Known Issues on JUWELS

This page collects known issues affecting JUWELS's system and application software.

Please note: The following list of known issue is intended to provide a quick reference for users experiencing problems on JUWELS. We strongly encourage all users to report the occurence of problems, whether listed below or not, to the user support.

Application launch failures: Timeout waiting for task launch

Added: 2018-07-28

Description: Launch of applications may fail on JUWELS with the error message:

kvsprovider[3227]: Timeout: Not all clients called
pmi_init(): init=XXX left=YYY round=9
srun: error: timeout waiting for task launch, started XXX of YYY tasks

The problem is caused by a slow startup resulting in a termination after several minutes as a precaution. The issue is observed particularly with larger allocations and higher numbers of MPI tasks per node. Please note that the system will attempt 10 rounds before terminating the application but will report a warning in each round. If the number of rounds reported (round=X) is less then 9 and the following srun: error message is not shown, the message will not affect the following execution of your application.

Status: Resolved. Please note that a small number of kvsprovider warning messages may still occur from time to time, e.g., when the file systems are heavily loaded. This does not affect the execution of the application.

MPI failure: pscom_con_setup_ok() : connection in wrong state

Added: 2018-07-28

Description: The application terminates with the message:

<PSP:r0000XXX:pscom_con_setup_ok() : connection in wrong state : closed (openib)>

The error message may be followed by additional Fatal errors reported by MPI.

Status: Resolved.

MPI failure: Other MPI error or read from socket failed

Added: 2018-07-28

Description: The application terminates with (for example):

Fatal error in MPI_Allreduce: Other MPI error, error stack:
MPI_Allreduce(907).......:
MPI_Allreduce(sbuf=MPI_IN_PLACE, rbuf=0x7fff32a31410,
count=1, MPI_INT, MPI_SUM, MPI_COMM_WORLD) failed
mpid_irecv_done(107).....: read from socket failed -
request state:recv(pde)doneFatal error in MPI_Allreduce:
Other MPI error, error stack:
MPI_Allreduce(907).......:
MPI_Allreduce(sbuf=MPI_IN_PLACE, rbuf=0x7fffbae01710,
count=1, MPI_INT, MPI_SUM, MPI_COMM_WORLD) failed

The problem does not always occur, i.e., for two identical job executions the problem may occur only in one

Status: Open. Due to recent system optimizations this

Workaround/Suggested Action: No known workaround.

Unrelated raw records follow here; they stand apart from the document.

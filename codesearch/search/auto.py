"""Portfolio search under one time budget (method ``"auto"``), its steps ordered by the cell.

Problem
-------
For one cell ``(q, n, d)``, get the largest code and the smallest proven upper bound on
``A_q(n,d)`` that the tool can reach within a time budget, without the user choosing a method.
Which method wins depends on the cell: where the space of ``q^n`` words is small the exact
search settles the cell in a fraction of a second, while on a large space it cannot even
start and the best codes come from algebraic constructions and from searches restricted to
codes invariant under a group.

Plan (:func:`plan`)
-------------------
*Small space* (``q^n <= exact_max_words``): the lexicode (a scan of milliseconds there), then
the exact search (30% of the budget), the random greedy, orbit searches over a few natural groups
(:func:`natural_groups`), the local search, the construction library, and SAT for the one
size above the best code found (a "no" proves ``A_q(n,d) <= best``).

*Large space*: the construction library first (:func:`codesearch.constructions.candidates`:
the largest construction whose building and checking fit the time left), then the orbit
searches where the space allows them, the lexicode and greedy scans, and the local search
with the time left (it beats the constructions on some cells: A(25,9), A(26,10)).

Every step has a conservative estimate of the seconds it needs before it can return anything
(:func:`step_need`: the scans are anytime and need their set-up, a bitmap of ``q^n`` bits
and the masks of a Hamming ball; the orbit graph is about ``(q^n)^2 / |G|`` distance
evaluations; a code of M words costs its re-check). A step
never starts when the time left, less the re-check of the best code so far, cannot hold its
estimate; it is logged as skipped. Each step runs under ``min(time left, its share of the
budget)``, except the construction library's, which builds one code and may use the time
left (a linear code's re-check is priced by the checker's span route, ``M n`` operations,
so the library's 2^21-word code of A(27,4) fits a budget of 8 s); the front end owns the
deadline (:class:`codesearch.search.base.Context`).
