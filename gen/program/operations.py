"""The operation kinds of the integer program, each defined once.

Every reading of the program asks an operation's kind what it means: the real reading (layer L1,
``lowering.evaluate_real``), the interval rule (``ranges.interval_ranges``), the format rule
(``fixed_point``), the golden rule (``golden``) and the C form (``c.emit`` with the helpers of
``templates/fixed_point.c.j2``). A kind is one subclass of ``OperationKind`` registered here, and
``tests/test_operations.py`` checks every registered kind against exact rational arithmetic,
its own interval rule and the compiled C.

Rounding and overflow are not a kind's business: the golden interpreter writes them once
(``golden.round_shift``, ``golden.fit_word``) and the C once (``round_shift``, ``fit_word`` and
``wrap_word`` in the helpers template); a kind only says what exact result they apply to, and
(``fit_wraps``) whether it brings that result into the word by wrapping. Whether a result is
clamped is the program's rule (``IntegerProgram.clamps``: not when the planner proved it fits),
and the C back end renders the rounding and the fit around a kind's exact C expression.
"""

from __future__ import annotations

import functools
import math
from dataclasses import dataclass, replace
from fractions import Fraction
from typing import TYPE_CHECKING, Protocol

import numpy as np

from orbitfix.gen.errors import InputError
from orbitfix.gen.program.quantisation import quantise, quantise_limit

if TYPE_CHECKING:
    from orbitfix.gen.program.integer_program import Op

Bounds = tuple[float, float]


class Machine(Protocol):
    """What the golden interpreter offers a kind's golden rule (see ``golden.evaluate``).

    Values are numpy arrays over a batch of states, or Python integers when the interpreter
    follows one state (much faster there); a rule uses the operators both understand (+, -, *,
    >>, &, comparisons, ``abs``) and the machine's methods for the rest, so it is written once.
    """

    word_bits: int

    def number(self, value: int) -> int | np.signedinteger: ...  # of the product width

    def full(self, value: int) -> np.ndarray | int: ...  # the same value for every state

    def table(self, entries: tuple[int, ...]) -> np.ndarray | tuple[int, ...]: ...  # indexable

    def minimum(self, x: np.ndarray, y: np.ndarray) -> np.ndarray: ...

    def maximum(self, x: np.ndarray, y: np.ndarray) -> np.ndarray: ...

    def state(self, index: int) -> np.ndarray: ...

    def hold(self, values: np.ndarray, low: int, high: int) -> np.ndarray: ...  # marks a clamp

    def round_shift(self, exact: np.ndarray, shift: int, op: Op) -> np.ndarray: ...  # op's rule

    def fit(self, exact: np.ndarray, wraps: bool) -> np.ndarray: ...  # marks a clamp, see golden
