def _one_run(report: DriftReport, host: HostModule, start: Start, overflow: str) -> DriftRun:
    """One long run in C and its judgement against the references and the tolerances."""
    tol = report.tolerances
    scale = 2.0 ** -report.fraction_bits
    stats = harness_statistics(host, start.state, report.steps, report.settle_steps,
                               report.window_steps, report.section_level)
    seconds = stats.seconds
    names = report.state_names
    c = stats.counts
    r = {group: values[:len(names)] for group, values in stats.ranges.items()}
    amplitude = [(hi - lo) / 2 * scale for lo, hi in zip(r["final_low"], r["final_high"], strict=True)]
    amplitude_first = [(hi - lo) / 2 * scale
                       for lo, hi in zip(r["first_low"], r["first_high"], strict=True)]
    reasons: list[str] = []

    reference_ok = report.step_map.period_steps is not None

    def relative(reference: list[float]) -> list[float]:
        return [abs(a - b) / b if b > 0 else math.inf for a, b in zip(amplitude, reference, strict=True)]

    versus_l0 = relative(report.continuous_amplitude)
    versus_l1 = relative(report.step_map.amplitude)
    if not reference_ok:
        reasons.append("the float step map (L1) itself does not go round the cycle at this step "
                       "size (a discretisation failure, before any rounding): raise the loop rate "
                       "or choose a higher-order integrator")
    for label, errors in (("the continuous cycle", versus_l0), ("the float step map", versus_l1)):
        bad = [f"{name} {value:.6g} ({100 * error:.3g} % off)"
               for name, error, value in zip(names, errors, amplitude, strict=True)
               if error > tol.amplitude]
        if bad and (reference_ok or label == "the continuous cycle"):
            reasons.append(f"amplitude at the end against {label}: {', '.join(bad)} (tolerance "
                           f"{100 * tol.amplitude:g} %)")

    period = period_ppm = period_ppm_l1 = drift = drift_l0 = None
    spread = None
    level = report.section_level
    if c["settled_crossings"] >= 2:
        t_first = crossing_time(*stats.first_bracket, c["first_settled_crossing"], level)
        t_last = crossing_time(*stats.last_bracket, c["last_crossing"], level)
        period = (t_last - t_first) / (c["settled_crossings"] - 1)
        period_ppm = 1e6 * (period - report.continuous_period_steps) / report.continuous_period_steps
        drift_l0 = report.steps * (1 / report.continuous_period_steps - 1 / period)
        if reference_ok:
            l1 = report.step_map.period_steps
            period_ppm_l1 = 1e6 * (period - l1) / l1
            drift = report.steps * (1 / l1 - 1 / period)
        for label, ppm in (("the continuous cycle", period_ppm), ("the float step map", period_ppm_l1)):
            if ppm is not None and abs(ppm) > tol.period_ppm:
                reasons.append(f"period {period:.6g} steps is {ppm:+.4g} ppm off {label} "
                               f"(tolerance {tol.period_ppm:g} ppm)")
        if drift is not None and abs(drift) > tol.phase_drift_cycles:
            reasons.append(f"phase drifts {drift:+.4g} cycles over the run against the float step "
                           f"map (tolerance {tol.phase_drift_cycles:g})")
        ranges = [2 * a for a in report.continuous_amplitude]
        spread = [(hi - lo) * scale / width if width > 0 else 0.0
                  for lo, hi, width in zip(r["return_low"], r["return_high"], ranges, strict=True)]
        for name, value in zip(names, spread, strict=True):
            if value > tol.return_spread:
                reasons.append(f"return points of {name} on the Poincare section spread over "
                               f"{100 * value:.3g} % of its range (tolerance "
                               f"{100 * tol.return_spread:g} %)")
    else:
        reasons.append(f"no rhythm after settling: state {names[0]} crossed the section "
                       f"{c['settled_crossings']} times in {report.steps - report.settle_steps:,} "
                       "steps")

    p = c["period"] or None
    mu = None
    if p is not None:
        started = time.perf_counter()
        mu = cycle_start(host, start.state, p, c["period_seen_at"])
        seconds += time.perf_counter() - started
        if p == 1:
            reasons.append("the integer orbit settled to a fixed point (integer period 1 step)")
        elif p < report.continuous_period_steps / 2:
            reasons.append(f"the integer orbit locked into a short cycle of {p} steps, less than half "
                           f"a period of the continuous cycle ({report.continuous_period_steps:.4g} "
                           "steps): a spurious cycle")

    if c["limit_settled"]:
        reasons.append(f"an intermediate sat at the word's limit on {c['limit_settled']:,} steps "
                       "after settling (saturation on the cycle)")
    if c["range_settled"]:
        reasons.append(f"an intermediate left the planned range on {c['range_settled']:,} steps "
                       "after settling")
    if any(a > 2 * b for a, b in zip(amplitude, report.continuous_amplitude, strict=True)):
        reasons.append("the orbit grew to more than twice the cycle's amplitude")
    returns = report.step_map.reached[start.name]
    if reasons and reference_ok and not returns:
        reasons.append(f"the float step map from this start is not on its cycle after "
                       f"{STEP_MAP_CYCLES} cycles either: the start lies outside or at the edge "
                       "of the step map's own basin, so the step size shares the blame")
    events = {
        "count": c["limit_steps"],
        "first_step": c["limit_first"] or None,
        "after_settling": c["limit_settled"],
        "visible": overflow == "saturate",
        "outside_planned_range": {"count": c["range_steps"], "first_step": c["range_first"] or None,
                                  "after_settling": c["range_settled"]},
    }
    return DriftRun(
        start=start, amplitude=amplitude, amplitude_first=amplitude_first,
        amplitude_error=_finite(max(versus_l0)),
        amplitude_error_step_map=_finite(max(versus_l1)) if reference_ok else None,
        period_steps=period, period_error_ppm=period_ppm, period_error_ppm_step_map=period_ppm_l1,
        phase_drift_cycles=drift, phase_drift_cycles_continuous=drift_l0, return_spread=spread,
        crossings=c["crossings"], settled_crossings=c["settled_crossings"],
        integer_period_steps=p, integer_period_seen_at=c["period_seen_at"] or None,
        cycle_entered_at_step=mu, saturation_events=events, step_map_returns=returns,
        reasons=reasons, seconds=seconds)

Hanging applications in MPI I/O

Added: 2018-07-28

Description: Applications hang in MPI I/O without progress. The problem occurs with ParaStation MPI and Intel MPI.

Status: Open.

Workaround/Suggested Action: No known workaround.

Variations in runtime/performance

Added: 2018-08-09

Description: In some cases variations in runtime/performance of certain codes have been reported.

If you encounter such a case please let us know via sc@fz-juelich.de. Please include data which illustrates your case.

Status: Open.

MPI_Gather and MPI_Gatherv hang with Intel MPI 18.02

Added: 2018-08-25

Description: With the latest Intel MPI 2018 version, MPI_Gather hangs for large message sizes. MPI_Gatherv does not terminate as well.

Status: Workaround implemented.

Workaround/Suggested Action: Mitigating environment variables have been added to the module file.

Collectives in Intel MPI 2019 can lead to hanging processes or segmentation faults

Added: 2018-11-27

Description: Problems with collective operations and Intel MPI 2019 have been observed. Segmentation faults in MPI_Allreduce, MPI_Alltoall, MPI_Alltoallv have been reproduced. Hangs in MPI_Allgather, MPI_Allgatherv have been observed. As the occurrence is dependent on the underlying dynamically chosen algorithm in the MPI implementation, the issue may or may not be visible depending on job and buffer sizes. Hangs in MPI_Cart_create call have been reported, likely due to problems with the underlying collective operations.

Status: Open.

Workaround/Suggested Action: Please use Stage 2018a with Intel MPI 2018.